中國青年報 2001-01-12 劉工昌
我大概再也不會忘記剛剛過去的這個2000年12月(編者注:2000年12月4日和27日,劉工昌老師文章《當老師還有什么意思》、《劉工昌老師再說實話》分別在本版見報,引起強烈反響)。
我是一個非常非常普通的教師,如果沒有這個12月,我所做的將和我過去的許多個日子一樣,累完一天后安靜地看著太陽從窗子的東頭落到西頭。我從來沒想到針對任何人或機構,我所寫的只是一種濃縮了的普遍現象。我要做的不是為了傷害任何人或機構來使自己出名。我也是父親,我非常理解天下父母愛自己孩子的拳拳之心。我有很多私心,但在為孩子們的將來、為老師們現在的處境著想這一點上,我是真誠的,我的焦慮也是真誠的。
記得羅伯特菲利普在他的《潛能致富的哲學》里曾講過這樣一個故事:
一位愛斯基摩人曾受雇于美國的一個探險隊,為酬勞他,他被帶到紐約作一次短暫的訪問,他驚訝于那里他從沒見過的各種壯觀和奇跡。回家后向村人激動地述說了他所見的一切,可他的族人冷淡地看著他,一個個走開了。從此后村人為他取了個綽號“說謊者”,他一直背負著這個綽號死去,甚至他的真名都已被人忘記。后來探險家阿拉斯姆森探險時帶了一個叫米泰克的愛斯基摩人同行,米泰克訪問哥本哈根和紐約后回家。他想到了“說謊者”的悲劇,就聰明地不把真相說出,改而說出令他族人可能接受的故事。在族人心中,他是個誠實的人,鄰居對他很尊敬。
我也許更像那位愚蠢而真誠的“說謊者”。其實,只要是浸淫于基層教育時間稍長一點的人都清楚,我所說的那些事兒實在算不了什么,甚至還談不上冰山一角。只不過,大多數人會選擇做那個受人尊敬的米泰克。
對此惟一合理的解釋是,我還是個孩子,屬于人們不愿和我們交朋友的70年代出生的那一茬。

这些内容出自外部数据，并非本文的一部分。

#include "things-panel.h"

#include <glib/gi18n.h>

#include "things.h"

struct _UtThingsPanel
{
  UtPanel parent;
  GtkStringList *texts;
  GtkMultiSelection *chosen;
  GArray *things; /* of UtPick, one for each text */
  gboolean coupling;
};

G_DEFINE_FINAL_TYPE (UtThingsPanel, ut_things_panel, UT_TYPE_PANEL)

static void
setup_cb (GtkSignalListItemFactory *factory, GtkListItem *item)
{
  GtkWidget *label = gtk_label_new (NULL);

  (void) factory;
  gtk_label_set_xalign (GTK_LABEL (label), 0);
  gtk_label_set_ellipsize (GTK_LABEL (label), PANGO_ELLIPSIZE_END);
  gtk_list_item_set_child (item, label);
}

static void
bind_cb (GtkSignalListItemFactory *factory, GtkListItem *item)
{
  (void) factory;
  gtk_label_set_text (GTK_LABEL (gtk_list_item_get_child (item)), gtk_string_object_get_string (gtk_list_item_get_item (item)));
}

/* List to sheet. */
static void
chosen_changed_cb (UtThingsPanel *self)
{
  UtSelection *selection;

  if (self->coupling || ut_panel_desk (UT_PANEL (self)) == NULL)
    return;
  selection = ut_desk_selection (ut_panel_desk (UT_PANEL (self)));
  self->coupling = TRUE;
  ut_selection_freeze (selection);
  ut_selection_clear (selection);
  for (guint i = 0; i < self->things->len; i++)
    if (gtk_selection_model_is_selected (GTK_SELECTION_MODEL (self->chosen), i))
      ut_selection_add (selection, g_array_index (self->things, UtPick, i).kind, g_array_index (self->things, UtPick, i).id);
  ut_selection_thaw (selection);
  self->coupling = FALSE;
}

/* Sheet to list. */
static void
show_selection (UtThingsPanel *self)
{
  g_autoptr (GtkBitset) all = gtk_bitset_new_range (0, self->things->len), those = gtk_bitset_new_empty ();

  if (self->coupling || ut_panel_desk (UT_PANEL (self)) == NULL)
    return;
  for (guint i = 0; i < self->things->len; i++)
    if (ut_selection_has (ut_desk_selection (ut_panel_desk (UT_PANEL (self))), g_array_index (self->things, UtPick, i).kind, g_array_index (self->things, UtPick, i).id))
      gtk_bitset_add (those, i);
  self->coupling = TRUE;
  gtk_selection_model_set_selection (GTK_SELECTION_MODEL (self->chosen), those, all);
  self->coupling = FALSE;
}

/* Only lines that read otherwise are exchanged, so that the focus stays. */
static void
ut_things_panel_refresh (UtPanel *panel)
{
  UtThingsPanel *self = UT_THINGS_PANEL (panel);
  guint had = g_list_model_get_n_items (G_LIST_MODEL (self->texts));

  if (ut_desk_has_draft (ut_panel_desk (panel)))
    return;
  g_array_unref (self->things);
  self->things = ut_things (ut_desk_plan (ut_panel_desk (UT_PANEL (self))));
  self->coupling = TRUE;
  for (guint i = 0; i < self->things->len; i++)
    {
      g_autofree char *text = ut_thing_text (ut_desk_plan (ut_panel_desk (UT_PANEL (self))), ut_desk_answer (ut_panel_desk (UT_PANEL (self))), &g_array_index (self->things, UtPick, i));
      const char *line[] = { text, NULL };

      if (i >= had)
        gtk_string_list_append (self->texts, text);
      else if (!g_str_equal (gtk_string_list_get_string (self->texts, i), text))
        gtk_string_list_splice (self->texts, i, 1, line);
    }
  if (had > self->things->len)
    gtk_string_list_splice (self->texts, self->things->len, had - self->things->len, NULL);
  self->coupling = FALSE;
  show_selection (self);
}

static void
ut_things_panel_dispose (GObject *object)
{
  UtThingsPanel *self = UT_THINGS_PANEL (object);

  G_OBJECT_CLASS (ut_things_panel_parent_class)->dispose (object);
  g_clear_object (&self->chosen);
  g_clear_object (&self->texts);
}

static void
ut_things_panel_finalize (GObject *object)
{
  g_array_unref (UT_THINGS_PANEL (object)->things);
  G_OBJECT_CLASS (ut_things_panel_parent_class)->finalize (object);
}

static void
ut_things_panel_class_init (UtThingsPanelClass *class)
{
  G_OBJECT_CLASS (class)->dispose = ut_things_panel_dispose;
  G_OBJECT_CLASS (class)->finalize = ut_things_panel_finalize;
  UT_PANEL_CLASS (class)->refresh = ut_things_panel_refresh;
}

static void
ut_things_panel_init (UtThingsPanel *self)
{
  GtkListItemFactory *factory = gtk_signal_list_item_factory_new ();
  GtkWidget *view, *scroller;

  self->things = g_array_new (FALSE, FALSE, sizeof (UtPick));
  self->texts = gtk_string_list_new (NULL);
  self->chosen = gtk_multi_selection_new (G_LIST_MODEL (g_object_ref (self->texts)));
  g_signal_connect (factory, "setup", G_CALLBACK (setup_cb), NULL);
  g_signal_connect (factory, "bind", G_CALLBACK (bind_cb), NULL);
  view = gtk_list_view_new (GTK_SELECTION_MODEL (g_object_ref (self->chosen)), factory);
  gtk_accessible_update_property (GTK_ACCESSIBLE (view), GTK_ACCESSIBLE_PROPERTY_LABEL, _ ("Everything on the plan"), -1);
  g_signal_connect_object (self->chosen, "selection-changed", G_CALLBACK (chosen_changed_cb), self, G_CONNECT_SWAPPED);
  scroller = gtk_scrolled_window_new ();
  gtk_scrolled_window_set_child (GTK_SCROLLED_WINDOW (scroller), view);
  gtk_widget_set_vexpand (scroller, TRUE);
  ut_panel_set_child (UT_PANEL (self), scroller);
}
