/* A plot: drawn with cairo by whoever gives its painter, copied and saved as SVG, PNG or CSV. */
#pragma once

#include <gtk/gtk.h>

#include "palette.h"

#define UT_TYPE_PLOT (ut_plot_get_type ())
G_DECLARE_FINAL_TYPE (UtPlot, ut_plot, UT, PLOT, GtkWidget)

/* Paints into the rectangle at (0, 0), texts of that size. */
typedef void (*UtPlotPaint) (cairo_t *cr, double width, double height, double text_size, const UtPalette *palette, gpointer data);
/* The figures of it. Transfer full. */
typedef char *(*UtPlotCsv) (gpointer data);
/* What is there to be said of that point, NULL: nothing. Transfer full. */
typedef char *(*UtPlotHover) (double x, double y, double width, double height, double text_size, gpointer data);

/* name: of the file suggested, without its ending.  csv and hover may be NULL. */
void ut_plot_set_up (UtPlot *plot, const char *name, UtPlotPaint paint, UtPlotCsv csv, UtPlotHover hover, gpointer data);

void ut_plot_set_text_size (UtPlot *plot, double text_size);
double ut_plot_text_size (UtPlot *plot);

/* What it shows became another; its accessible description. */
void ut_plot_changed (UtPlot *plot, const char *description);

/* For tests and drivers: written by the path's ending. */
gboolean ut_plot_save (UtPlot *plot, const char *path, GError **error);
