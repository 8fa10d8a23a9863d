#include "things-panel.h"

#include <glib/gi18n.h>

#include "things.h"

struct _UtThingsPanel
{
  GtkWidget parent;
  GtkWidget *scroller;
  GtkStringList *texts;
  GtkMultiSelection *chosen;
  UtDesk *desk;
  GArray *things; /* of UtPick, one for each text */
  gboolean coupling;
};

G_DEFINE_FINAL_TYPE (UtThingsPanel, ut_things_panel, GTK_TYPE_WIDGET)

static void
setup_cb (GtkSignalListItemFactory *factory, GtkListItem *item)
{
  GtkWidget *label = gtk_label_new (NULL);

  (void) factory;
  gtk_label_set_xalign (GTK_LABEL (label), 0);
  gtk_label_set_ellipsize (GTK_LABEL (label), PANGO_ELLIPSIZE_END);
  gtk_list_item_set_child (item, label);
}

static void
bind_cb (GtkSignalListItemFactory *factory, GtkListItem *item)
{
  (void) factory;
  gtk_label_set_text (GTK_LABEL (gtk_list_item_get_child (item)), gtk_string_object_get_string (gtk_list_item_get_item (item)));
}

/* List to sheet. */
static void
chosen_changed_cb (UtThingsPanel *self)
{
  UtSelection *selection;

  if (self->coupling || self->desk == NULL)
    return;
  selection = ut_desk_selection (self->desk);
  self->coupling = TRUE;
  ut_selection_freeze (selection);
  ut_selection_clear (selection);
  for (guint i = 0; i < self->things->len; i++)
    if (gtk_selection_model_is_selected (GTK_SELECTION_MODEL (self->chosen), i))
      ut_selection_add (selection, g_array_index (self->things, UtPick, i).kind, g_array_index (self->things, UtPick, i).id);
  ut_selection_thaw (selection);
  self->coupling = FALSE;
}

/* Sheet to list. */
static void
show_selection (UtThingsPanel *self)
{
  g_autoptr (GtkBitset) all = gtk_bitset_new_range (0, self->things->len), those = gtk_bitset_new_empty ();

  if (self->coupling || self->desk == NULL)
    return;
  for (guint i = 0; i < self->things->len; i++)
    if (ut_selection_has (ut_desk_selection (self->desk), g_array_index (self->things, UtPick, i).kind, g_array_index (self->things, UtPick, i).id))
      gtk_bitset_add (those, i);
  self->coupling = TRUE;
  gtk_selection_model_set_selection (GTK_SELECTION_MODEL (self->chosen), those, all);
  self->coupling = FALSE;
}

/* Only lines that read otherwise are exchanged, so that the focus stays; and only while the list is shown. */
static void
refresh (UtThingsPanel *self)
{
  guint had = g_list_model_get_n_items (G_LIST_MODEL (self->texts));

  if (self->desk == NULL || !gtk_widget_get_mapped (GTK_WIDGET (self)) || ut_desk_has_draft (self->desk))
    return;
  g_array_unref (self->things);
  self->things = ut_things (ut_desk_plan (self->desk));
  self->coupling = TRUE;
  for (guint i = 0; i < self->things->len; i++)
    {
      g_autofree char *text = ut_thing_text (ut_desk_plan (self->desk), ut_desk_answer (self->desk), &g_array_index (self->things, UtPick, i));
      const char *line[] = { text, NULL };

      if (i >= had)
        gtk_string_list_append (self->texts, text);
      else if (!g_str_equal (gtk_string_list_get_string (self->texts, i), text))
        gtk_string_list_splice (self->texts, i, 1, line);
    }
  if (had > self->things->len)
    gtk_string_list_splice (self->texts, self->things->len, had - self->things->len, NULL);
  self->coupling = FALSE;
  show_selection (self);
}

static void
ut_things_panel_map (GtkWidget *widget)
{
  GTK_WIDGET_CLASS (ut_things_panel_parent_class)->map (widget);
  refresh (UT_THINGS_PANEL (widget));
}

void
ut_things_panel_set_desk (UtThingsPanel *self, UtDesk *desk)
{
  if (self->desk != NULL)
    {
      g_signal_handlers_disconnect_by_func (self->desk, refresh, self);
      g_signal_handlers_disconnect_by_func (ut_desk_solving (self->desk), refresh, self);
      g_signal_handlers_disconnect_by_func (ut_desk_selection (self->desk), show_selection, self);
    }
  g_set_object (&self->desk, desk);
  if (desk == NULL)
    return;
  g_signal_connect_object (desk, "plan-changed", G_CALLBACK (refresh), self, G_CONNECT_SWAPPED);
  g_signal_connect_object (ut_desk_solving (desk), "answered", G_CALLBACK (refresh), self, G_CONNECT_SWAPPED);
  g_signal_connect_object (ut_desk_selection (desk), "changed", G_CALLBACK (show_selection), self, G_CONNECT_SWAPPED);
  refresh (self);
}

static void
ut_things_panel_dispose (GObject *object)
{
  UtThingsPanel *self = UT_THINGS_PANEL (object);

  ut_things_panel_set_desk (self, NULL);
  g_clear_pointer (&self->scroller, gtk_widget_unparent);
  g_clear_object (&self->chosen);
  g_clear_object (&self->texts);
  G_OBJECT_CLASS (ut_things_panel_parent_class)->dispose (object);
}

static void
ut_things_panel_finalize (GObject *object)
{
  g_array_unref (UT_THINGS_PANEL (object)->things);
  G_OBJECT_CLASS (ut_things_panel_parent_class)->finalize (object);
}

static void
ut_things_panel_class_init (UtThingsPanelClass *class)
{
  G_OBJECT_CLASS (class)->dispose = ut_things_panel_dispose;
  G_OBJECT_CLASS (class)->finalize = ut_things_panel_finalize;
  GTK_WIDGET_CLASS (class)->map = ut_things_panel_map;
  gtk_widget_class_set_layout_manager_type (GTK_WIDGET_CLASS (class), GTK_TYPE_BIN_LAYOUT);
  gtk_widget_class_set_accessible_role (GTK_WIDGET_CLASS (class), GTK_ACCESSIBLE_ROLE_GROUP);
}

static void
ut_things_panel_init (UtThingsPanel *self)
{
  GtkListItemFactory *factory = gtk_signal_list_item_factory_new ();
  GtkWidget *view;

  self->things = g_array_new (FALSE, FALSE, sizeof (UtPick));
  self->texts = gtk_string_list_new (NULL);
  self->chosen = gtk_multi_selection_new (G_LIST_MODEL (g_object_ref (self->texts)));
  g_signal_connect (factory, "setup", G_CALLBACK (setup_cb), NULL);
  g_signal_connect (factory, "bind", G_CALLBACK (bind_cb), NULL);
  view = gtk_list_view_new (GTK_SELECTION_MODEL (g_object_ref (self->chosen)), factory);
  gtk_accessible_update_property (GTK_ACCESSIBLE (view), GTK_ACCESSIBLE_PROPERTY_LABEL, _ ("Everything on the plan"), -1);
  g_signal_connect_object (self->chosen, "selection-changed", G_CALLBACK (chosen_changed_cb), self, G_CONNECT_SWAPPED);
  self->scroller = gtk_scrolled_window_new ();
  gtk_scrolled_window_set_child (GTK_SCROLLED_WINDOW (self->scroller), view);
  gtk_widget_set_vexpand (self->scroller, TRUE);
  gtk_widget_set_parent (self->scroller, GTK_WIDGET (self));
}
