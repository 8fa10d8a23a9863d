/* Why a link fails, or does not: its budget as set, all turned down alike, and planned, with plain words for the client.  The link of the first terminal
 * selected, else that with the least margin. */
#pragma once

#include <gtk/gtk.h>

#include "panel.h"

#define UT_TYPE_BUDGET_PANEL (ut_budget_panel_get_type ())
G_DECLARE_FINAL_TYPE (UtBudgetPanel, ut_budget_panel, UT, BUDGET_PANEL, UtPanel)

/* Large type, for turning the screen round: on a window of its own, for as long as that is open. */
void ut_budget_panel_present (UtBudgetPanel *panel, GtkWindow *parent);
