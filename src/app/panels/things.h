/* Everything on a plan in words, one line a thing: the sheet's accessible twin.  No widgets. */
#pragma once

#include "desk.h"

/* All things of the plan in order, cells, terminals, walls storey by storey; of UtPick. */
GArray *ut_things (const UtPlan *plan);

/* What there is to say of one: where it is, of what, what it does.  study may be NULL.  Transfer full. */
char *ut_thing_text (const UtPlan *plan, UtStudy *study, const UtPick *pick);
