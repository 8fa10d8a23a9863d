/* Why a link fails, or does not: its budget as set, all turned down alike, and planned, with plain words for the client. */
#pragma once

#include <gtk/gtk.h>

#include "desk.h"

#define UT_TYPE_BUDGET_PANEL (ut_budget_panel_get_type ())
G_DECLARE_FINAL_TYPE (UtBudgetPanel, ut_budget_panel, UT, BUDGET_PANEL, GtkWidget)

/* Shows the first terminal selected, else the link with the least margin. */
void ut_budget_panel_set_desk (UtBudgetPanel *panel, UtDesk *desk);

/* Large type, for turning the screen round: on a window of its own, for as long as that is open. */
void ut_budget_panel_present (UtBudgetPanel *panel, GtkWindow *parent);
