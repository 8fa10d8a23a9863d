#include "remedies-panel.h"

#include <math.h>

#include <glib/gi18n.h>

#include "improvements.h"
#include "remedies.h"
#include "report.h"

struct _UtRemediesPanel
{
  UtPanel parent;
  GtkLabel *words;
  GtkSpinner *spinner;
  GtkWidget *stop;
  GtkBox *list;
  GtkProgressBar *bar;
  GtkWidget *more;    /* looks for what gives more headroom */
  UtStudy *study;     /* whose remedies are there, or looked for */
  GPtrArray *changes; /* of Change, one for each row */
  GCancellable *looking;
  int previewed; /* which one is the draft shown; -1: none */
};

/* What a row stands for. */
typedef struct
{
  char *sentence;
  const UtPlan *plan;
  gboolean doable; /* by a press of a button */
} Change;

G_DEFINE_FINAL_TYPE (UtRemediesPanel, ut_remedies_panel, UT_TYPE_PANEL)

static void
show_state (UtRemediesPanel *self, const char *text)
{
  gtk_label_set_text (self->words, text);
  gtk_widget_set_tooltip_text (GTK_WIDGET (self->words), text);
  gtk_spinner_set_spinning (self->spinner, self->looking != NULL);
  gtk_widget_set_visible (self->stop, self->looking != NULL);
}

static void
clear_list (UtRemediesPanel *self)
{
  GtkWidget *child;

  while ((child = gtk_widget_get_first_child (GTK_WIDGET (self->list))) != NULL)
    gtk_box_remove (self->list, child);
  g_ptr_array_set_size (self->changes, 0);
}

static void
change_free (gpointer data)
{
  Change *change = data;

  g_free (change->sentence);
  ut_plan_unref (change->plan);
  g_free (change);
}

/* ---- one change ---- */

static void
end_preview (UtRemediesPanel *self)
{
  if (self->previewed < 0)
    return;
  self->previewed = -1;
  ut_desk_drop_draft (ut_panel_desk (UT_PANEL (self)));
}

static guint
index_of (GtkWidget *row)
{
  return GPOINTER_TO_UINT (g_object_get_data (G_OBJECT (row), "change"));
}

static void
enter_cb (GtkEventControllerMotion *controller, double x, double y, UtRemediesPanel *self)
{
  guint index = index_of (gtk_event_controller_get_widget (GTK_EVENT_CONTROLLER (controller)));
  UtDesk *desk = ut_panel_desk (UT_PANEL (self));

  (void) x;
  (void) y;
  if (index >= self->changes->len || (ut_desk_has_draft (desk) && self->previewed < 0))
    return;
  self->previewed = (int) index;
  ut_desk_set_draft (desk, ut_plan_ref (((const Change *) self->changes->pdata[index])->plan));
}

static void
leave_cb (GtkEventControllerMotion *controller, UtRemediesPanel *self)
{
  (void) controller;
  end_preview (self);
}

static void
apply_cb (GtkButton *button, UtRemediesPanel *self)
{
  guint index = index_of (GTK_WIDGET (button));
  const Change *change = index < self->changes->len ? self->changes->pdata[index] : NULL;
  g_autofree char *label = change != NULL ? g_strdup (change->sentence) : NULL;

  if (change == NULL)
    return;
  self->previewed = -1;
  ut_desk_apply (ut_panel_desk (UT_PANEL (self)), ut_plan_ref (change->plan), label, NULL);
}

/* Takes over the sentence. */
static void
add_row (UtRemediesPanel *self, char *sentence, const UtPlan *plan, gboolean doable)
{
  GtkWidget *row = gtk_box_new (GTK_ORIENTATION_HORIZONTAL, 8), *label = gtk_label_new (sentence), *apply = gtk_button_new_with_label (_ ("Apply"));
  GtkEventController *motion = gtk_event_controller_motion_new ();
  Change *change = g_new (Change, 1);

  *change = (Change){ sentence, ut_plan_ref (plan), doable };
  g_object_set_data (G_OBJECT (row), "change", GUINT_TO_POINTER (self->changes->len));
  g_object_set_data (G_OBJECT (apply), "change", GUINT_TO_POINTER (self->changes->len));
  g_ptr_array_add (self->changes, change);
  gtk_label_set_xalign (GTK_LABEL (label), 0);
  gtk_label_set_ellipsize (GTK_LABEL (label), PANGO_ELLIPSIZE_END);
  gtk_widget_set_tooltip_text (label, sentence);
  gtk_widget_set_hexpand (label, TRUE);
  gtk_widget_set_sensitive (apply, doable);
  gtk_accessible_update_property (GTK_ACCESSIBLE (apply), GTK_ACCESSIBLE_PROPERTY_DESCRIPTION, sentence, -1);
  g_signal_connect (apply, "clicked", G_CALLBACK (apply_cb), self);
  g_signal_connect (motion, "enter", G_CALLBACK (enter_cb), self);
  g_signal_connect (motion, "leave", G_CALLBACK (leave_cb), self);
  gtk_widget_add_controller (row, motion);
  gtk_box_append (GTK_BOX (row), label);
  gtk_box_append (GTK_BOX (row), apply);
  gtk_box_append (self->list, row);
}

/* ---- looking for them ---- */

/* What a thread looks for, and how far it is. */
typedef struct
{
  UtStudy *study;
  gboolean more;    /* improvements; else remedies */
  GMutex lock;
  double done;
} Job;

static void
job_free (gpointer data)
{
  Job *job = data;

  ut_study_unref (job->study);
  g_mutex_clear (&job->lock);
  g_free (job);
}

static void
progress (double done, gpointer data)
{
  Job *job = data;

  g_mutex_lock (&job->lock);
  job->done = done;
  g_mutex_unlock (&job->lock);
}

static void
look_in_thread (GTask *task, gpointer source, gpointer data, GCancellable *cancellable)
{
  Job *job = data;

  (void) source;
  g_task_return_pointer (task,
                         job->more ? ut_improvements_new (job->study, cancellable, progress, job) : ut_remedies_new (job->study, cancellable),
                         (GDestroyNotify) g_ptr_array_unref);
}

static gboolean
tick_cb (gpointer data)
{
  g_autoptr (GTask) task = g_object_ref (data);
  UtRemediesPanel *self = UT_REMEDIES_PANEL (g_task_get_source_object (task));
  Job *job = g_task_get_task_data (task);
  double done;

  if (g_task_get_completed (task) || g_task_get_cancellable (task) != self->looking)
    return G_SOURCE_REMOVE;
  g_mutex_lock (&job->lock);
  done = job->done;
  g_mutex_unlock (&job->lock);
  if (job->more)
    gtk_progress_bar_set_fraction (self->bar, done);
  return G_SOURCE_CONTINUE;
}

static void
show_remedies (UtRemediesPanel *self, const GPtrArray *found)
{
  for (guint i = 0; i < found->len; i++)
    {
      const UtRemedy *remedy = found->pdata[i];

      /* That a path must lose more is nothing that a press of a button does. */
      add_row (self, ut_remedy_sentence (self->study, remedy), remedy->plan, remedy->kind != UT_REMEDY_WEAKEN_PATH);
    }
  show_state (self, found->len == 0 ? _ ("No single change of targets, limits or service heals this plan.")
                                    : _ ("Each of these heals the plan; it was solved again with it. Point at one to see it on the sheet."));
}

static void
show_improvements (UtRemediesPanel *self, const GPtrArray *found)
{
  for (guint i = 0; i < found->len; i++)
    {
      const UtImprovement *one = found->pdata[i];
      g_autofree char *headroom = ut_report_figure (one->headroom_db, 1), *gained = ut_report_figure (one->gained_db, 1);

      add_row (self,
               isinf (one->gained_db) ? g_strdup_printf (_ ("%s: headroom %s dB"), one->what, headroom) : g_strdup_printf (_ ("%s: headroom %s dB, %s dB more"), one->what, headroom, gained),
               one->plan,
               TRUE);
    }
  show_state (self, found->len == 0 ? _ ("Nothing that was tried gives more headroom.") : _ ("The most headroom first; others may be better still. Point at one to see it on the sheet."));
}

static void
found_cb (GObject *source, GAsyncResult *result, gpointer data)
{
  UtRemediesPanel *self = UT_REMEDIES_PANEL (source);
  Job *job = g_task_get_task_data (G_TASK (result));
  gboolean present = g_task_get_cancellable (G_TASK (result)) == self->looking;
  g_autoptr (GPtrArray) found = g_task_propagate_pointer (G_TASK (result), NULL);

  (void) data;
  if (!present || ut_panel_desk (UT_PANEL (self)) == NULL)
    return;
  g_clear_object (&self->looking);
  gtk_widget_set_visible (GTK_WIDGET (self->bar), FALSE);
  gtk_widget_set_sensitive (self->more, !job->more);
  if (job->more)
    show_improvements (self, found);
  else
    show_remedies (self, found);
}

static void
look (UtRemediesPanel *self, gboolean more)
{
  g_autoptr (GTask) task = NULL;
  Job *job = g_new0 (Job, 1);

  *job = (Job){ .study = ut_study_ref (self->study), .more = more };
  g_mutex_init (&job->lock);
  self->looking = g_cancellable_new ();
  task = g_task_new (self, self->looking, found_cb, NULL);
  g_task_set_check_cancellable (task, FALSE);
  g_task_set_task_data (task, job, job_free);
  g_task_run_in_thread (task, look_in_thread);
  g_timeout_add_full (G_PRIORITY_DEFAULT, 100, tick_cb, g_object_ref (task), g_object_unref);
  gtk_widget_set_visible (GTK_WIDGET (self->bar), more);
  gtk_progress_bar_set_fraction (self->bar, 0);
  gtk_widget_set_sensitive (self->more, FALSE);
}

static void
more_cb (UtRemediesPanel *self)
{
  if (self->study == NULL || self->looking != NULL)
    return;
  end_preview (self);
  clear_list (self);
  look (self, TRUE);
  show_state (self, _ ("Trying places, channels, directions, doors and walls…"));
}

static void
ut_remedies_panel_let_go (UtPanel *panel)
{
  UtRemediesPanel *self = UT_REMEDIES_PANEL (panel);

  if (self->looking != NULL)
    g_cancellable_cancel (self->looking);
  g_clear_object (&self->looking);
  g_clear_pointer (&self->study, ut_study_unref);
  clear_list (self);
  self->previewed = -1;
}

static void
stop_cb (UtRemediesPanel *self)
{
  if (self->looking != NULL)
    g_cancellable_cancel (self->looking);
  g_clear_object (&self->looking);
  gtk_widget_set_visible (GTK_WIDGET (self->bar), FALSE);
  gtk_widget_set_sensitive (self->more, TRUE);
  show_state (self, _ ("Stopped."));
}

static void
ut_remedies_panel_refresh (UtPanel *panel)
{
  UtRemediesPanel *self = UT_REMEDIES_PANEL (panel);
  UtStudy *study = ut_desk_answer (ut_panel_desk (panel));

  /* A draft is either the preview of one of these, or on its way to be a plan. */
  if (study == NULL || ut_desk_has_draft (ut_panel_desk (panel)) || study == self->study)
    return;
  if (self->study != NULL && self->study->gains->plan == study->gains->plan && self->study->question.direction == study->question.direction
      && self->study->question.aim == study->question.aim)
    return; /* the same question answered once more, after a preview */
  ut_remedies_panel_let_go (panel);
  self->study = ut_study_ref (study);
  gtk_widget_set_visible (GTK_WIDGET (self->bar), FALSE);
  gtk_widget_set_sensitive (self->more, TRUE);
  if (study->verdict == UT_VERDICT_MET)
    {
      show_state (self, _ ("All targets can be met: nothing needs to change."));
      return;
    }
  look (self, FALSE);
  show_state (self, _ ("Looking for single changes that heal the plan…"));
}

static void
ut_remedies_panel_finalize (GObject *object)
{
  g_ptr_array_unref (UT_REMEDIES_PANEL (object)->changes);
  G_OBJECT_CLASS (ut_remedies_panel_parent_class)->finalize (object);
}

static void
ut_remedies_panel_class_init (UtRemediesPanelClass *class)
{
  G_OBJECT_CLASS (class)->finalize = ut_remedies_panel_finalize;
  UT_PANEL_CLASS (class)->refresh = ut_remedies_panel_refresh;
  UT_PANEL_CLASS (class)->let_go = ut_remedies_panel_let_go;
}

static void
ut_remedies_panel_init (UtRemediesPanel *self)
{
  GtkWidget *box = gtk_box_new (GTK_ORIENTATION_VERTICAL, 6), *bar = gtk_box_new (GTK_ORIENTATION_HORIZONTAL, 8), *scroller = gtk_scrolled_window_new ();

  self->previewed = -1;
  self->changes = g_ptr_array_new_with_free_func (change_free);
  self->bar = GTK_PROGRESS_BAR (gtk_progress_bar_new ());
  gtk_widget_set_valign (GTK_WIDGET (self->bar), GTK_ALIGN_CENTER);
  self->more = gtk_button_new_with_label (_ ("What would give more?"));
  gtk_widget_set_tooltip_text (self->more, _ ("Try better places nearby, channels, directions, cells left out, doors and walls"));
  g_signal_connect_swapped (self->more, "clicked", G_CALLBACK (more_cb), self);
  self->words = GTK_LABEL (gtk_label_new (NULL));
  self->spinner = GTK_SPINNER (gtk_spinner_new ());
  self->stop = gtk_button_new_with_label (_ ("Stop"));
  self->list = GTK_BOX (gtk_box_new (GTK_ORIENTATION_VERTICAL, 2));
  gtk_label_set_xalign (self->words, 0);
  gtk_label_set_ellipsize (self->words, PANGO_ELLIPSIZE_END);
  gtk_widget_set_hexpand (GTK_WIDGET (self->words), TRUE);
  g_signal_connect_swapped (self->stop, "clicked", G_CALLBACK (stop_cb), self);
  gtk_widget_add_css_class (bar, "words");
  gtk_widget_add_css_class (GTK_WIDGET (self->list), "words");
  gtk_box_append (GTK_BOX (bar), GTK_WIDGET (self->words));
  gtk_box_append (GTK_BOX (bar), GTK_WIDGET (self->spinner));
  gtk_box_append (GTK_BOX (bar), GTK_WIDGET (self->bar));
  gtk_box_append (GTK_BOX (bar), self->stop);
  gtk_box_append (GTK_BOX (bar), self->more);
  gtk_scrolled_window_set_child (GTK_SCROLLED_WINDOW (scroller), GTK_WIDGET (self->list));
  gtk_widget_set_vexpand (scroller, TRUE);
  gtk_box_append (GTK_BOX (box), bar);
  gtk_box_append (GTK_BOX (box), scroller);
  ut_panel_set_child (UT_PANEL (self), box);
}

的確,我們沒有60年代出生的那代人仿佛與生俱來的沉重深邃的氣質,也不具備下一茬人那種無所顧忌的放浪形骸。因為缺經歷,我們的嘆息常顯得空洞;因為有顧忌,我們的灑脫更像是做作。我們似乎注定了平庸,最多也就是在前人的陰影里揮舞幾下淡淡的手勢。很多時候我們甚至喪失了面對希望的勇氣。更多時候,我們只得把懷疑的話吞回肚里。
在傳媒時代,教育更像是一張被過度曝光了的照片,我們在過多地迷戀它的奇異時往往忽略了它的本質。
教育是叫人學會生存,但這不該是一種純技術的能力,還要有足夠的心理承受能力。可是我們是怎么教的呢?
我們小時候得到的教育是社會多么美好生活那樣迷人,給孩子們的信念是“永不懷疑”。待真正長大后才發覺現實并不是這樣的,一些人心理失衡開始仇視社會,更多的人則乖巧地把自己化妝起來,利用體制的漏洞尋找自己的空間。其結果是我們每個人都想聽真話,但在生活中要講真話卻是件極困難的事,講真話的人常常處境艱難。
我主張,也希望,在新世紀,更多地讓我們的孩子在教育中看到生活的真實。還是那句話,現在的孩子所知曉的遠比我們成人想象的要多。